Perbedaan masih terjadi pada nilai pembayaran progres pekerjaan. Berdasarkan hasil asesmen teknis Tim Ahli UPN dan review BPKP, nilai pembayaran ditetapkan sekitar Rp6,6 miliar. Sementara dari pihak kontraktor mengajukan nilai sebesar Rp16,2 miliar.
Tim dari Dinas PUPR Kota Kediri, kata dia, juga sudah melakukan komunikasi dengan pihak terkait agar proses administrasi penyelesaian pembangunan RTH Alun-alun bisa segera tuntas.
"Kami berharap komitmen dari kontraktor untuk mentaati hasil putusan MA, termasuk nilai pembayaran progres pekerjaan yang sudah di review agar kita bisa bersama-sama melanjutkan pembangunan RTH Alun-alun," kata dia.
Ia menambahkan apabila proses negosiasi ini mencapai kesepakatan pembangunan RTH Alun- alun akan segera dilanjutkan mengingat alokasi anggaran sebesar Rp 20 miliar telah disiapkan tahun ini.
"Kami yakin ini akan ada solusi dan penyelesaian agar secepat mungkin kita bisa menyelesaikan pembangunan,” ujarnya.

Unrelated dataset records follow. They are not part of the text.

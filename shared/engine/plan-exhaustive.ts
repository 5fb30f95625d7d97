/**
 * Exhaustive planner: depth-first branch and bound over k-sets (Land & Doig 1960) that returns
 * a certified optimum, or at the time limit / on cancel the best plan found with a proven lower
 * bound and the share of the search space still open.
 *
 * Enumeration: a node is (S, C, r): the sets S ∪ B with B an r-subset of the ordered candidate
 * list C. Its children are S + C[p] with candidates C[p+1..] (each set is reached once). At
 * every node C is re-ordered by decreasing gain at S, so later children only see small gains.
 * The incumbent starts from the heuristic plan (widened greedy + swap polish), so the answer
 * is never worse than theirs; only a strictly better set (1e-12 relative) replaces it.
 *
 * Pruning (proofs in docs/bounds.md): F is non-increasing and supermodular (Borkar, Nair &
 * Sanketh 2010; Mavroforakis, Mathioudakis & Gionis, ICDM 2015), so with ρ_y(X) the gain of y
 * at X, for the child S + x with later candidates D:
 *   min over r-1 subsets B of D of F(S + x + B) >= F(S) - ρ_x(S) - top_{r-1} { ρ_y(S + x) : y in D }
 * (bound 2 of docs/bounds.md). ρ_y(S + x) for every pair (x, y) costs O(1) from the N, h, c of
 * S (identity 1 applied to one entry), so all child bounds of a node cost O(|C|^2) and no child
 * state is built for a pruned child; at r = 2 the same formula gives the exact totals of every
 * completion. Cost O(n^2) per expanded node plus O(|C| r) per child; exponential in the worst case.
 */
import { AbsorbingState } from './dense-state';
import type { PlanContext } from './plan-context';
import { firstStarterBounds } from './plan-bounds';
import { SearchMeter, binomialTable } from './plan-search-meter';

export interface ExhaustiveOutcome {
  readonly state: { starters: number[]; total: number };
  readonly complete: boolean;
  readonly stopped: boolean;
  readonly nodes: number;
  /** Proven lower bound on the optimum (scaled hops). */
  readonly lowerBound: number;
  /** Share of the k-sets not decided (0 when complete). */
  readonly searchLeft: number;
}

interface Root {
  readonly set: number[];
  readonly cand: Int32Array;
  /** Proven bound (raw) on every set below this root. */
  readonly bound: number;
}

/** Per-depth scratch arrays of one node. */
interface Level {
  state: AbsorbingState | null;
  order: Int32Array;
  gain: Float64Array;
  childLb: Float64Array;
  suffixMin: Float64Array;
  /** Position of the child being explored (for the pending lower bound). */
  at: number;
  size: number;
}

export function exhaustiveSearch(ctx: PlanContext, incumbent: { starters: number[]; rawTotal: number; scale: number }): ExhaustiveOutcome {
  const search = new BranchSearch(ctx, incumbent);
  return search.run();
}

class BranchSearch {
  private readonly n: number;
  private readonly k: number;
  private readonly scale: number;
  private best: number;
  private bestSet: number[];
  private readonly floor: number;
  private readonly levels: Level[] = [];
  private readonly binom: Float64Array[];
  private readonly meter: SearchMeter;
  private roots: Root[] = [];
  private rootAt = 0;
  private readonly buf: Float64Array;
  private readonly gainOf: Float64Array;
  private readonly idx: number[] = [];

  constructor(
    private readonly ctx: PlanContext,
    incumbent: { starters: number[]; rawTotal: number; scale: number },
  ) {
    this.n = ctx.n;
    this.k = ctx.k;
    this.scale = incumbent.scale;
    this.best = incumbent.rawTotal;
    this.bestSet = [...incumbent.starters];
    this.floor = ctx.n - ctx.k; // raw hops: every non-starter needs at least one (identity 6)
    this.binom = binomialTable(ctx.n, ctx.k);
    this.meter = new SearchMeter(
      ctx,
      () => this.pendingBound() * this.scale,
      () => this.best * this.scale,
    );
    this.buf = new Float64Array(ctx.k + 1);
    this.gainOf = new Float64Array(ctx.n);
    for (let d = 0; d <= ctx.k; d++)
      this.levels.push({
        state: null,
        order: new Int32Array(ctx.n),
        gain: new Float64Array(ctx.n),
        childLb: new Float64Array(ctx.n),
        suffixMin: new Float64Array(ctx.n + 1),
        at: 0,
        size: 0,
      });
  }

  private sets(m: number, r: number): number {
    return r < 0 || m < r ? 0 : this.binom[m][r];
  }

  private pruneAt(lb: number): boolean {
    return lb >= this.best - 1e-11 * Math.abs(this.best);
  }

  private leaf(total: number, set: () => number[]): void {
    if (total < this.best - 1e-12 * Math.abs(this.best)) {
      this.best = total;
      this.bestSet = set();
    }
  }

  run(): ExhaustiveOutcome {
    this.roots = buildRoots(this.ctx, this.k);
    let space = 0;
    for (const r of this.roots) space += this.sets(r.cand.length, this.k - r.set.length);
    this.meter.begin(space);
    const order = this.roots.map((_, q) => q).sort((a, b) => this.roots[a].bound - this.roots[b].bound || a - b);
    const sortedRoots = order.map((q) => this.roots[q]);
    this.roots = sortedRoots;
    const e = this.ctx.ergodic();
    for (this.rootAt = 0; this.rootAt < this.roots.length; this.rootAt++) {
      const root = this.roots[this.rootAt];
      const r = this.k - root.set.length;
      const size = this.sets(root.cand.length, r);
      if (this.pruneAt(Math.max(this.floor, root.bound)) || size === 0) {
        this.meter.close(size);
        continue;
      }
      let s: AbsorbingState;
      try {
        s = e && root.set.length === 1 ? AbsorbingState.fromErgodic(e, root.set[0]) : AbsorbingState.fromStarters(this.ctx.room, root.set);
      } catch {
        this.meter.close(size);
        continue;
      }
      if (r === 0) {
        this.leaf(s.rawTotal, () => [...s.starters]);
        this.meter.close(1);
        continue;
      }
      this.node(s, root.cand, root.cand.length, r, 0);
      if (this.meter.halted) break;
    }
    const complete = !this.meter.halted;
    const lowerRaw = complete ? this.best : Math.min(this.best, this.pendingBound());
    this.meter.finish();
    return {
      state: { starters: this.bestSet, total: this.best * this.scale },
      complete,
      stopped: this.meter.stopped,
      nodes: this.meter.nodes,
      lowerBound: Math.max(this.floor, lowerRaw) * this.scale,
      searchLeft: complete ? 0 : this.meter.left(),
    };
  }

  /** Smallest bound over everything not yet decided (raw): pending roots and pending children on the stack. */
  private pendingBound(): number {
    let lb = this.best;
    for (let q = this.rootAt + 1; q < this.roots.length; q++) lb = Math.min(lb, this.roots[q].bound);
    for (const lv of this.levels) {
      if (lv.size === 0) break;
      lb = Math.min(lb, lv.suffixMin[lv.at + 1]);
    }
    return Math.max(this.floor, lb);
  }

  /** Gains at s over the candidates, sorted by decreasing gain (ties: earlier person first). */
  private orderCandidates(s: AbsorbingState, cand: Int32Array, m: number, lv: Level): void {
    const g = this.gainOf;
    const idx = this.idx;
    idx.length = m;
    for (let q = 0; q < m; q++) {
      const x = cand[q];
      idx[q] = x;
      g[x] = Math.max(0, s.rawGain(x));
    }
    idx.sort((a, b) => g[b] - g[a] || a - b);
    for (let q = 0; q < m; q++) {
      lv.order[q] = idx[q];
      lv.gain[q] = g[idx[q]];
    }
  }

  private node(s: AbsorbingState, cand: Int32Array, m: number, r: number, depth: number): void {
    if (this.meter.tick()) return;
    const lv = this.levels[depth];
    this.orderCandidates(s, cand, m, lv);
    const F = s.rawTotal;
    if (r === 1) {
      for (let q = 0; q < m; q++) this.leaf(F - lv.gain[q], () => [...s.starters, lv.order[q]]);
      this.meter.close(m);
      return;
    }
    this.childBounds(s, lv, m, r);
    lv.size = m;
    let child: AbsorbingState | null = null;
    for (let p = 0; p < m; p++) {
      lv.at = p;
      const rest = m - p - 1;
      const size = this.sets(rest, r - 1);
      if (size === 0) break;
      const lb = Math.max(this.floor, lv.childLb[p]);
      if (this.pruneAt(lb)) {
        this.meter.close(size);
        continue;
      }
      const x = lv.order[p];
      if (r === 2) {
        this.pairLeaves(s, lv, p, m);
        this.meter.close(size);
        continue;
      }
      const next = this.levels[depth + 1];
      child = next.state ? next.state.copyFrom(s) : (next.state = s.clone());
      child.add(x);
      this.node(child, lv.order.subarray(p + 1, m), rest, r - 1, depth + 1);
      next.size = 0;
      if (this.meter.halted) return;
    }
    lv.size = 0;
  }

  /** Exact totals of S + x + y for every later y (r = 2): F - ρ_x(S) - ρ_y(S + x). */
  private pairLeaves(s: AbsorbingState, lv: Level, p: number, m: number): void {
    const x = lv.order[p];
    const base = s.rawTotal - lv.gain[p];
    for (let q = p + 1; q < m; q++) {
      const y = lv.order[q];
      this.leaf(base - pairGain(s, x, y), () => [...s.starters, x, y]);
    }
  }

  /**
   * childLb[p] = F - ρ_x(S) - top_{r-1} { min(ρ_y(S + x), ρ_y(S)) : y after x }, x = order[p];
   * suffixMin[p] = min over children p.. of childLb. The scan of later candidates stops once
   * the r - 1 kept values are all at least the next ρ_y(S) (gains are sorted, and ρ_y(S + x) <= ρ_y(S)).
   */
  private childBounds(s: AbsorbingState, lv: Level, m: number, r: number): void {
    const F = s.rawTotal;
    const want = r - 1;
    const buf = this.buf;
    for (let p = 0; p < m; p++) {
      const x = lv.order[p];
      let kept = 0;
      let sum = 0;
      for (let q = p + 1; q < m; q++) {
        const cap = lv.gain[q];
        if (kept === want && buf[kept - 1] >= cap) break;
        const v = Math.min(cap, Math.max(0, pairGain(s, x, lv.order[q])));
        if (kept < want) {
          let at = kept++;
          while (at > 0 && buf[at - 1] < v) {
            buf[at] = buf[at - 1];
            at--;
          }
          buf[at] = v;
          sum += v;
        } else if (v > buf[kept - 1]) {
          sum += v - buf[kept - 1];
          let at = kept - 1;
          while (at > 0 && buf[at - 1] < v) {
            buf[at] = buf[at - 1];
            at--;
          }
          buf[at] = v;
        }
      }
      lv.childLb[p] = kept < want ? Infinity : F - lv.gain[p] - sum;
    }
    lv.suffixMin[m] = Infinity;
    for (let p = m - 1; p >= 0; p--) lv.suffixMin[p] = Math.min(lv.suffixMin[p + 1], lv.childLb[p]);
  }
}

/**
 * ρ_y(S + x), the gain of y after x joins S, from the state of S in O(1) (identity 1 on the
 * entries of y): N'_yy = N_yy - N_yx N_xy / N_xx, h'_y = h_y - N_yx h_x / N_xx,
 * c'_y = c_y - c_x N_xy / N_xx, and ρ_y = h'_y c'_y / N'_yy (identity 2).
 */
export function pairGain(s: AbsorbingState, x: number, y: number): number {
  const { N, h, c, n } = s;
  const nxx = N[x * n + x];
  const nyx = N[y * n + x];
  const nxy = N[x * n + y];
  const nyy = N[y * n + y] - (nyx * nxy) / nxx;
  const hy = h[y] - (nyx * h[x]) / nxx;
  const cy = c[y] - (c[x] * nxy) / nxx;
  return (hy * cy) / nyy;
}

/**
 * Root nodes. One closed class holding everybody (ergodic data with pi > 0 everywhere) and no
 * required people: every first starter a, ordered by its single total, with the later people as
 * candidates; its bound comes from all pair totals (identity 4, bound 2 with S = {}). Otherwise:
 * the required people plus one representative per open closed group (its earliest member in
 * the set), with the later members of each group and everyone else as candidates.
 */
function buildRoots(ctx: PlanContext, k: number): Root[] {
  const { n, allowed } = ctx;
  const isMust = new Uint8Array(n);
  for (const p of ctx.mustInclude) isMust[p] = 1;
  const first = ctx.mustInclude.length === 0 ? firstStarterBounds(ctx, k) : null;
  if (first) {
    return first.order.map((a, p) => ({ set: [a], cand: Int32Array.from(first.order.slice(p + 1)), bound: first.bound[p] }));
  }
  const openClasses = ctx.classes.closedClasses.filter((c) => !c.some((p) => isMust[p]));
  const classOf = new Int32Array(n).fill(-1);
  openClasses.forEach((c, q) => c.forEach((p) => (classOf[p] = q)));
  const out: Root[] = [];
  const choices = openClasses.map((c) => c.filter((p) => allowed[p]));
  const cur: number[] = [];
  const rec = (q: number) => {
    if (q === choices.length) {
      const set = [...ctx.mustInclude, ...cur];
      const inSet = new Set(set);
      const cand: number[] = [];
      for (let x = 0; x < n; x++) {
        if (inSet.has(x) || !allowed[x]) continue;
        const c = classOf[x];
        if (c >= 0 && x < cur[c]) continue;
        cand.push(x);
      }
      out.push({ set, cand: Int32Array.from(cand), bound: -Infinity });
      return;
    }
    for (const p of choices[q]) {
      cur.push(p);
      rec(q + 1);
      cur.pop();
    }
  };
  rec(0);
  return out;
}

Sementara itu, Kepala Dinas Pekerjaan Umum dan Penataan Ruang (DPUPR) Kota Kediri Endang Kartikasari mengatakan berdasarkan hasil penghitungan tenaga ahli, khusus untuk gedung dua lantai diperlukan pembangunan ulang. Sementara pada bagian landscape seperti taman dan utilitas masih dapat dimanfaatkan.
Endang menambahkan, seluruh proses dilakukan dengan prinsip kehati-hatian dan akuntabilitas mengingat proyek ini menggunakan uang negara.
"Karena itu, lembaga negara yang berwenang untuk melakukan audit adalah BPKP dan ini menjadi acuan untuk menghindari potensi kerugian negara," ujar dia.
Ia menambahkan, hal ini juga sejalan dengan putusan sidang arbitrase yang mensyaratkan audit BPKP sebagai dasar pembayaran prestasi pekerjaan.
Sebelum dilakukan proses penghitungan, kedua pihak juga telah menandatangani pakta integritas serta menyepakati penunjukan tenaga ahli independen dari UPN Veteran.